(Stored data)
↓
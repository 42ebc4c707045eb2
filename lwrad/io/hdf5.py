"""lwrad's own HDF5 layout for trajectories and bunches.

Layout (format_version 1)
-------------------------
One particle::

    /lwrad_trajectory                 group
        @format_version = 1           int; a reader refuses versions it does not know
        @kind = "trajectory"
        @charge                       float, C
        @mass                         float, kg
        t          (N,)    float64    @unit = "s"
        r          (N, 3)  float64    @unit = "m"
        beta       (N, 3)  float64    @unit = "1"
        beta_dot   (N, 3)  float64    @unit = "1/s"
        gamma      (N,)    float64    @unit = "1"

Many particles (a :class:`~lwrad.trajectory.Bunch`)::

    /lwrad_trajectory
        @format_version = 1
        @kind = "bunch"
        @n_particles = M
        weights    (M,)    float64    @unit = "1"   (real particles per member)
        particles/0, particles/1, …, particles/<M-1>
                   each a group laid out like the one-particle group above
                   (@charge, @mass, t, r, beta, beta_dot, gamma), each with
                   its own N

Every dataset's ``unit`` attribute is checked on reading; a missing or wrong
unit, a wrong shape or dtype, a non-finite value, non-increasing ``t`` or
|beta| ≥ 1 is an :class:`~lwrad.errors.InputError` naming the dataset.
Files are written atomically (temporary file in the same directory, then a
rename) and an existing file is only replaced with ``overwrite=True``.

For developers: to extend the layout, add datasets with a ``unit``
attribute and bump ``FORMAT_VERSION`` only when an old reader would
misread the new file; readers ignore datasets they do not know.
"""

from __future__ import annotations

import os

import numpy as np

from lwrad.errors import InputError
from lwrad.io._common import (
    atomic_write,
    build,
    check_readable,
    check_samples,
    foreign_errors,
    is_hdf5_head,
)
from lwrad.trajectory import Bunch, Trajectory

__all__ = ["FORMAT_VERSION", "GROUP", "DATASETS", "sniff", "read", "write"]

FORMAT_VERSION = 1
GROUP = "lwrad_trajectory"
#: dataset → (shape after the sample axis, unit attribute, required)
DATASETS: dict[str, tuple[tuple[int, ...], str, bool]] = {
    "t": ((), "s", True),
    "r": ((3,), "m", True),
    "beta": ((3,), "1", True),
    "beta_dot": ((3,), "1/s", False),
    "gamma": ((), "1", False),
}


def sniff(path, head: bytes) -> bool:
    """True for an HDF5 file with a ``/lwrad_trajectory`` group."""
    if not is_hdf5_head(head):
        return False
    try:
        import h5py

        with h5py.File(path, "r") as f:
            return GROUP in f
    except Exception:  # noqa: BLE001 - a sniffer answers, it never raises
        return False


def _text_attr(obj, name):
    value = obj.attrs.get(name)
    if isinstance(value, bytes):
        value = value.decode("utf-8", "replace")
    if isinstance(value, np.ndarray) and value.shape == ():
        value = value[()]
    return value


def _number_attr(group, name, source):
    value = group.attrs.get(name)
    try:
        number = float(np.asarray(value, dtype=float).reshape(()))
    except (TypeError, ValueError):
        raise InputError(
            f"attribute {name!r} must be a number, got {value!r}",
            source=source,
            location=f"group {group.name}",
        ) from None
    return number


def _dataset(group, name, source):
    import h5py

    tail, unit, required = DATASETS[name]
    where = f"dataset {group.name.rstrip('/')}/{name}"
    obj = group.get(name)
    if obj is None:
        if required:
            raise InputError("missing dataset", source=source, location=where)
        return None
    if not isinstance(obj, h5py.Dataset):
        raise InputError("must be a dataset, found a group", source=source, location=where)
    if obj.dtype.kind not in "fiu":
        raise InputError(
            f"must hold real numbers, found dtype {obj.dtype}", source=source, location=where
        )
    found = _text_attr(obj, "unit")
    if found != unit:
        raise InputError(
            f"unit attribute must be {unit!r}, found {found!r}", source=source, location=where
        )
    if obj.ndim != 1 + len(tail) or obj.shape[1:] != tail:
        want = "(N,)" if not tail else f"(N, {tail[0]})"
        raise InputError(f"shape must be {want}, found {obj.shape}", source=source, location=where)
    return np.asarray(obj[()], dtype=np.float64)


def _read_one(group, source) -> Trajectory:
    arrays = {name: _dataset(group, name, source) for name in DATASETS}
    n = arrays["t"].shape[0]
    for name, arr in arrays.items():
        if arr is not None and arr.shape[0] != n:
            raise InputError(
                f"{arr.shape[0]} samples but t has {n}",
                source=source,
                location=f"dataset {group.name}/{name}",
            )

    def locate(name, i):
        return f"dataset {group.name}/{name}", f"sample {i}"

    check_samples({k: v for k, v in arrays.items() if v is not None}, locate, source)
    gamma = arrays["gamma"]
    if gamma is not None and np.any(gamma < 1.0):
        raise InputError("gamma below 1", source=source, location=f"dataset {group.name}/gamma")
    for attr in ("charge", "mass"):
        if attr not in group.attrs:
            raise InputError(
                f"missing attribute {attr!r}", source=source, location=f"group {group.name}"
            )
    return build(
        Trajectory,
        source,
        location=f"group {group.name}",
        t=arrays["t"],
        r=arrays["r"],
        beta=arrays["beta"],
        beta_dot=arrays["beta_dot"],
        gamma=gamma,
        charge=_number_attr(group, "charge", source),
        mass=_number_attr(group, "mass", source),
        source=source,
    )


def read(path, *, particle_id: int | None = None, **unknown):
    """Read lwrad's HDF5 layout (see the module docstring).

    Parameters
    ----------
    path : str or os.PathLike
    particle_id : int, optional
        For a bunch file: read only member ``particles/<particle_id>``.

    Returns
    -------
    Trajectory or Bunch
    """
    p = check_readable(os.fspath(path))
    if unknown:
        raise InputError(
            f"unknown option(s) {', '.join(sorted(unknown))} for lwrad HDF5; known: particle_id",
            source=p,
        )
    import h5py

    with foreign_errors(p, what="not a readable HDF5 file"):
        fh = h5py.File(p, "r")
    with fh, foreign_errors(p, what="damaged HDF5 file"):
        root = fh.get(GROUP)
        if not isinstance(root, h5py.Group):
            raise InputError(f"no /{GROUP} group: not an lwrad trajectory file", source=p)
        version = root.attrs.get("format_version")
        if isinstance(version, np.generic):
            version = version.item()
        try:
            version_ok = int(np.asarray(version).reshape(())) == FORMAT_VERSION
        except (TypeError, ValueError):
            version_ok = False
        if not version_ok:
            raise InputError(
                f"format_version {version!r} is not {FORMAT_VERSION} (the version this lwrad reads)",
                source=p,
                location=f"group /{GROUP}",
            )
        kind = _text_attr(root, "kind")
        if kind == "trajectory":
            if particle_id is not None:
                raise InputError(
                    "particle_id applies to bunch files only",
                    source=p,
                    location="option particle_id",
                )
            return _read_one(root, p)
        if kind != "bunch":
            raise InputError(
                f"attribute kind must be 'trajectory' or 'bunch', found {kind!r}",
                source=p,
                location=f"group /{GROUP}",
            )
        particles = root.get("particles")
        if not isinstance(particles, h5py.Group):
            raise InputError("missing group", source=p, location=f"group /{GROUP}/particles")
        n_particles = len(particles)
        names = [str(i) for i in range(n_particles)]
        if sorted(particles.keys(), key=lambda k: (len(k), k)) != names:
            raise InputError(
                "members must be named 0, 1, …, M-1", source=p, location=f"group /{GROUP}/particles"
            )
        if n_particles == 0:
            raise InputError(
                "the bunch has no particles", source=p, location=f"group /{GROUP}/particles"
            )
        if particle_id is not None:
            key = str(particle_id)
            if key not in particles:
                raise InputError(
                    f"no particle {particle_id!r}; the file has 0..{n_particles - 1}",
                    source=p,
                    location="option particle_id",
                )
            return _read_one(particles[key], p)
        trajectories = []
        for name in names:
            member = particles[name]
            if not isinstance(member, h5py.Group):
                raise InputError("must be a group", source=p, location=f"group {member.name}")
            trajectories.append(_read_one(member, p))
        wobj = root.get("weights")
        weights = None
        if wobj is not None:
            if (
                not isinstance(wobj, h5py.Dataset)
                or wobj.dtype.kind not in "fiu"
                or wobj.shape != (n_particles,)
            ):
                raise InputError(
                    f"weights must be a numeric dataset of shape ({n_particles},)",
                    source=p,
                    location=f"dataset /{GROUP}/weights",
                )
            if _text_attr(wobj, "unit") != "1":
                raise InputError(
                    "unit attribute must be '1'", source=p, location=f"dataset /{GROUP}/weights"
                )
            weights = np.asarray(wobj[()], dtype=float)
        return build(
            Bunch,
            p,
            location=f"dataset /{GROUP}/weights",
            trajectories=trajectories,
            weights=weights,
            source=p,
        )


def _write_one(group, tr: Trajectory):
    group.attrs["charge"] = float(tr.charge)
    group.attrs["mass"] = float(tr.mass)
    for name, data in (
        ("t", tr.t),
        ("r", tr.r),
        ("beta", tr.beta),
        ("beta_dot", tr.beta_dot),
        ("gamma", tr.gamma),
    ):
        ds = group.create_dataset(name, data=np.asarray(data, dtype=np.float64))
        ds.attrs["unit"] = DATASETS[name][1]


def write(obj, path, *, overwrite: bool = False, **unknown) -> str:
    """Write a Trajectory or Bunch in lwrad's HDF5 layout, atomically.

    Parameters
    ----------
    obj : Trajectory or Bunch
    path : str or os.PathLike
    overwrite : bool
        Replace an existing file.

    Returns
    -------
    str
        The path written.
    """
    p = os.fspath(path)
    if unknown:
        raise InputError(f"unknown option(s) {', '.join(sorted(unknown))} for lwrad HDF5", source=p)
    import h5py

    def _write(tmp):
        with h5py.File(tmp, "w") as fh:
            root = fh.create_group(GROUP)
            root.attrs["format_version"] = FORMAT_VERSION
            if isinstance(obj, Trajectory):
                root.attrs["kind"] = "trajectory"
                _write_one(root, obj)
                return
            root.attrs["kind"] = "bunch"
            root.attrs["n_particles"] = len(obj)
            w = root.create_dataset("weights", data=np.asarray(obj.weights, dtype=np.float64))
            w.attrs["unit"] = "1"
            particles = root.create_group("particles")
            for i, tr in enumerate(obj):
                _write_one(particles.create_group(str(i)), tr)

    return atomic_write(p, _write, overwrite=overwrite)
↑
:: BRIEF ::
Using the entries above, return each line that includes the word "written".

:: OUTPUT BELOW ::
Files are written atomically (temporary file in the same directory, then a
        The path written.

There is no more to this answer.